* **WHAT YOU ARE ASKED TO DO**
The answer required is how many lines of the following entries contain the word "intervalsOf", with no other words.

--------------------------------------------------

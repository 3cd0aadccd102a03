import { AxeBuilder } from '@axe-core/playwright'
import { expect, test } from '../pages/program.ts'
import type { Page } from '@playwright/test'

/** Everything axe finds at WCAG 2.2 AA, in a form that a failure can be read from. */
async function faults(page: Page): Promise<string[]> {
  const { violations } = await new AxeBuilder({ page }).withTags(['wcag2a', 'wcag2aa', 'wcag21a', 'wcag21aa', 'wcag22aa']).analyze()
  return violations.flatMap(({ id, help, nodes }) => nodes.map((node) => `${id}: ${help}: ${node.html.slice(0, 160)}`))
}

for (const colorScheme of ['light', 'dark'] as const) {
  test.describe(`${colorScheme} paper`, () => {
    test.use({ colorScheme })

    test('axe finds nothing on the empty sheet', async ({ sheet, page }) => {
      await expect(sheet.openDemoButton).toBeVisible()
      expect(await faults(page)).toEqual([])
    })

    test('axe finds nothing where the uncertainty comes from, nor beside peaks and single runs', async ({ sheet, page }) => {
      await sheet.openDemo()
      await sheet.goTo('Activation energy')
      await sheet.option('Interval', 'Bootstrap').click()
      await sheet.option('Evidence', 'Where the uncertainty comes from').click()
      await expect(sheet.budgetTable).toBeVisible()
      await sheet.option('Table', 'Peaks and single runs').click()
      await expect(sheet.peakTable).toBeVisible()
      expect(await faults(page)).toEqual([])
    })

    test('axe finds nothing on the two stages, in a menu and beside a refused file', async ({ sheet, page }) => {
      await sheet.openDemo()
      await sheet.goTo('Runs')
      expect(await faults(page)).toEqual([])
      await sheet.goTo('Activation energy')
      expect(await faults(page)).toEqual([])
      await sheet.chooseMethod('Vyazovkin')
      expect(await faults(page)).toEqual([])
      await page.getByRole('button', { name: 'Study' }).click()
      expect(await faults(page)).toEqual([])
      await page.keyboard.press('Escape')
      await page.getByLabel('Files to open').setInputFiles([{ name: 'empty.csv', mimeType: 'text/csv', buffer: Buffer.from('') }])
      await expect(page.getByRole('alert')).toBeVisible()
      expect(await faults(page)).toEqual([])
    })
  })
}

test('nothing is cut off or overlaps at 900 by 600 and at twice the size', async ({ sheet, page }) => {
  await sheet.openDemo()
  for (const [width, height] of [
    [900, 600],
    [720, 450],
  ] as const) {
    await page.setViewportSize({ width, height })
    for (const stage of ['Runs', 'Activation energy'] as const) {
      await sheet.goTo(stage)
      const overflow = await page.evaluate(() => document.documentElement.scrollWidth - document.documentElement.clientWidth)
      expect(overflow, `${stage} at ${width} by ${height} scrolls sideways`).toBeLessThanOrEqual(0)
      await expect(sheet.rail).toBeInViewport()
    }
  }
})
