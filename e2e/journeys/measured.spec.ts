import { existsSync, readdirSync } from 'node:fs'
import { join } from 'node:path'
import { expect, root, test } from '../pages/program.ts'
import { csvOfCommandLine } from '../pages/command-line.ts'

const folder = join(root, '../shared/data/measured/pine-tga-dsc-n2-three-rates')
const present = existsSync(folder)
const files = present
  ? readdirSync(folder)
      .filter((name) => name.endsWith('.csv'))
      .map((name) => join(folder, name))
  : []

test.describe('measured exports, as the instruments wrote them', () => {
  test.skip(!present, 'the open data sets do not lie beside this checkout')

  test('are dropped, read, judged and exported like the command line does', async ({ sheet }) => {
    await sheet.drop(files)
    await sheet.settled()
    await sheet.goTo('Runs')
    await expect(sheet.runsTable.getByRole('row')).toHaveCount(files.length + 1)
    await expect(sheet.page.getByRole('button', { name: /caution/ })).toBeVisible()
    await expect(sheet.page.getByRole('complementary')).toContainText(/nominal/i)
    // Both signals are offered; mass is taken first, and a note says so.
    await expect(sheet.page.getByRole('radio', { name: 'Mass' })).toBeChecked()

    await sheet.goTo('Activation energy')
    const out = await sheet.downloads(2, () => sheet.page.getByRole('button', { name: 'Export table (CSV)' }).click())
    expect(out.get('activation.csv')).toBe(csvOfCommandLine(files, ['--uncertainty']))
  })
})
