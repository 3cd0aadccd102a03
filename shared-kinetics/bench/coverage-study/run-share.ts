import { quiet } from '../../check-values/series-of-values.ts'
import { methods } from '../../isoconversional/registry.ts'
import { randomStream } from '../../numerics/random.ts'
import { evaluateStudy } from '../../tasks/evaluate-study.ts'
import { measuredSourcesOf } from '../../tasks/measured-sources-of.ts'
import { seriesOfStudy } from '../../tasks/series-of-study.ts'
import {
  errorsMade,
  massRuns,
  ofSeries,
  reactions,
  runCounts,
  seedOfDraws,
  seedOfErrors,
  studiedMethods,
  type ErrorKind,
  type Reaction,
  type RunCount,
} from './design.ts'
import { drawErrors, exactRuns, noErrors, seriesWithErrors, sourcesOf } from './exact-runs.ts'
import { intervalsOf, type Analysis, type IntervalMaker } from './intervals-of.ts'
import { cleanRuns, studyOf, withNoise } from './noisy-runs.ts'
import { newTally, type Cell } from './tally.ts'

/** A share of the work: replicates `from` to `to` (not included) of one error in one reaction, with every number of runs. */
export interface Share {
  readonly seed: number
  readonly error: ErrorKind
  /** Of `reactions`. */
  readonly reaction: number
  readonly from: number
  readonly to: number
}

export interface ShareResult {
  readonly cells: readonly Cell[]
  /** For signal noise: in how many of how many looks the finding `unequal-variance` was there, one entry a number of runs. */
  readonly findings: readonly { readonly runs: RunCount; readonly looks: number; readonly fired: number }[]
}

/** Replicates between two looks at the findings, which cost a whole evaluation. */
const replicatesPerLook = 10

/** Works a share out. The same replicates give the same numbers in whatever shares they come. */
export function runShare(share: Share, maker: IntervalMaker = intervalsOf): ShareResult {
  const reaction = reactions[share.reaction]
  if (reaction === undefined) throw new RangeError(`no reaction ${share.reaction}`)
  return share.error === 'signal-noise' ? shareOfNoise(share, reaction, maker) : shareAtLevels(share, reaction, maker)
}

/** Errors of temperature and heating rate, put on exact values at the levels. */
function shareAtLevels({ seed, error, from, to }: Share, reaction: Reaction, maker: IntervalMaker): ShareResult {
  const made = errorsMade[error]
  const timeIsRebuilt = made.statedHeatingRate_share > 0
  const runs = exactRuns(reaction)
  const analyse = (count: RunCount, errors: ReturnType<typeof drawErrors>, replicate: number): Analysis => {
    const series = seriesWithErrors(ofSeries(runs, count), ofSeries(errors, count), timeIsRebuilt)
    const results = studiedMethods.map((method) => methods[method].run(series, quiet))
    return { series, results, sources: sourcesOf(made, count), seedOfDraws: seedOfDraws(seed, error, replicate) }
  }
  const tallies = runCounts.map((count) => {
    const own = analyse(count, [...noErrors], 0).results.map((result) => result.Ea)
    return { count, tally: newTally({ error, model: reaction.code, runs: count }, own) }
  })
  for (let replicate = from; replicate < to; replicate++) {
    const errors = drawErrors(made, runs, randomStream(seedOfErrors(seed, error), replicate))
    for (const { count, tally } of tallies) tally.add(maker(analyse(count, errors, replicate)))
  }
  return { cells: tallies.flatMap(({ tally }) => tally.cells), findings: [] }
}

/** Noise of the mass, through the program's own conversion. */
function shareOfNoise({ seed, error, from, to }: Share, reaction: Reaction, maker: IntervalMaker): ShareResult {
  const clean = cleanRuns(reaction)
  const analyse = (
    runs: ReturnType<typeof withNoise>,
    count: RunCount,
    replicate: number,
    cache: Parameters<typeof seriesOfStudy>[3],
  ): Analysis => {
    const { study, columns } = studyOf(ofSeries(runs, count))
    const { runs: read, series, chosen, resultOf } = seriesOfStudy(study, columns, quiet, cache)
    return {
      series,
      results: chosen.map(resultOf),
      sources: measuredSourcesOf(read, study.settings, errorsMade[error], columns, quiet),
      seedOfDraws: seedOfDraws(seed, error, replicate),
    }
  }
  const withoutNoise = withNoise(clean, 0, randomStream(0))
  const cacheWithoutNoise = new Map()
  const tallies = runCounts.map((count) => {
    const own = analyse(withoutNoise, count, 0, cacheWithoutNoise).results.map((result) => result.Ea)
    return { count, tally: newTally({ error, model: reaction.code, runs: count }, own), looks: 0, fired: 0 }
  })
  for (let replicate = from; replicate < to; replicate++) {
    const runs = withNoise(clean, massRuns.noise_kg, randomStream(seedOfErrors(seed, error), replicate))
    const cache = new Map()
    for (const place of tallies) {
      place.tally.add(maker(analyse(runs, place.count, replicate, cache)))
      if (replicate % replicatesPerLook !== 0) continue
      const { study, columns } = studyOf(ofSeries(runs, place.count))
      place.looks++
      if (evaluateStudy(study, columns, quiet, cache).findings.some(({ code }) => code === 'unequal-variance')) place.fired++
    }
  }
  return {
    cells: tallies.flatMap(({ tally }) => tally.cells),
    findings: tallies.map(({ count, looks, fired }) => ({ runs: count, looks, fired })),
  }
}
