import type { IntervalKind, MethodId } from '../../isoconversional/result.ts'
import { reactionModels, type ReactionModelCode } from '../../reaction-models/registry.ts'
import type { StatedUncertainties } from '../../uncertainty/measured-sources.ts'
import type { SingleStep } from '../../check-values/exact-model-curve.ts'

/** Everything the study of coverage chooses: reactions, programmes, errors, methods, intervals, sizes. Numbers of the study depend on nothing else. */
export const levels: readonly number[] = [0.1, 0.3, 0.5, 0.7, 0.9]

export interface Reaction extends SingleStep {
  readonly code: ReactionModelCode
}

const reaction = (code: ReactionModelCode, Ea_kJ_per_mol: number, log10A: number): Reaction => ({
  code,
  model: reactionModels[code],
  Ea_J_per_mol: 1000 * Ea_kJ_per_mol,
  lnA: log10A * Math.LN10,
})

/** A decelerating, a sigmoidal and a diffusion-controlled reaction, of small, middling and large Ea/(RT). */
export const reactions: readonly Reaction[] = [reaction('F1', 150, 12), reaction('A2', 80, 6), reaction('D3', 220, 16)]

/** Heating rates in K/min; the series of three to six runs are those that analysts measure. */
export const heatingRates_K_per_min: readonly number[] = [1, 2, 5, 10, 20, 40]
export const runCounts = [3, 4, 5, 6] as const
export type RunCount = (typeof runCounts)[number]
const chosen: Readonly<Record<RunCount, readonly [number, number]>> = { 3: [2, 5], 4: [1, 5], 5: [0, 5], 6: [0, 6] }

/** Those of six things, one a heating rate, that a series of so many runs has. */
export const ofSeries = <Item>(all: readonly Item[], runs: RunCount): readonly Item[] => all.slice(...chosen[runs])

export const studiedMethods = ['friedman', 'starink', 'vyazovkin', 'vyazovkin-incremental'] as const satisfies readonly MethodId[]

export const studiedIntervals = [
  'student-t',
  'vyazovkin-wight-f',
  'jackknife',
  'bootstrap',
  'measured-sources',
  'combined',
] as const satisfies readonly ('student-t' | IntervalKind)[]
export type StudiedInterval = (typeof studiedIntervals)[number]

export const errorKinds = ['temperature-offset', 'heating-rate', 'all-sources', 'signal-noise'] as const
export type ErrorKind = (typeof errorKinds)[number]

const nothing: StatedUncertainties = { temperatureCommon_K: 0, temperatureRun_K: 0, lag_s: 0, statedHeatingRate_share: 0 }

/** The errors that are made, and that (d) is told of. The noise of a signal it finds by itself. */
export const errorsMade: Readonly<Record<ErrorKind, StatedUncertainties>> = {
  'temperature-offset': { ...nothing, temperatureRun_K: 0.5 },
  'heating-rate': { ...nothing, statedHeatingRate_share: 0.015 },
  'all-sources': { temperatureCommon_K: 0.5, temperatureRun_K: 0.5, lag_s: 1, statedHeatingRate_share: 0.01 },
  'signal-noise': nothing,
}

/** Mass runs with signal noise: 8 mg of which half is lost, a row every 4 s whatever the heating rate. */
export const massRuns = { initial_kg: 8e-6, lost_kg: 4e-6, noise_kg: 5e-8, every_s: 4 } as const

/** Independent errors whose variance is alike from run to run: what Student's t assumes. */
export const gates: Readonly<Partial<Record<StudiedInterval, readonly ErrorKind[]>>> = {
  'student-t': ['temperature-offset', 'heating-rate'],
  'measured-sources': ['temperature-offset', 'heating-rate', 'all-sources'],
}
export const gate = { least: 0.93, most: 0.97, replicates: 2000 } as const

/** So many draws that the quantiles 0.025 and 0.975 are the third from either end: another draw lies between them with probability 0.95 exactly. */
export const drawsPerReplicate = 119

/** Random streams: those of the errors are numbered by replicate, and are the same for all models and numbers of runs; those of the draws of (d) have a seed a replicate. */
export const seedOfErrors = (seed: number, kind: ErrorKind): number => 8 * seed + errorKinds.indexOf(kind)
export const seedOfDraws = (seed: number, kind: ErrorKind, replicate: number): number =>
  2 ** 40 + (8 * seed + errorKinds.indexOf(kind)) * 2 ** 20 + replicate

--------------------------------------------------

* **ANSWER TO THE PROBLEM**
2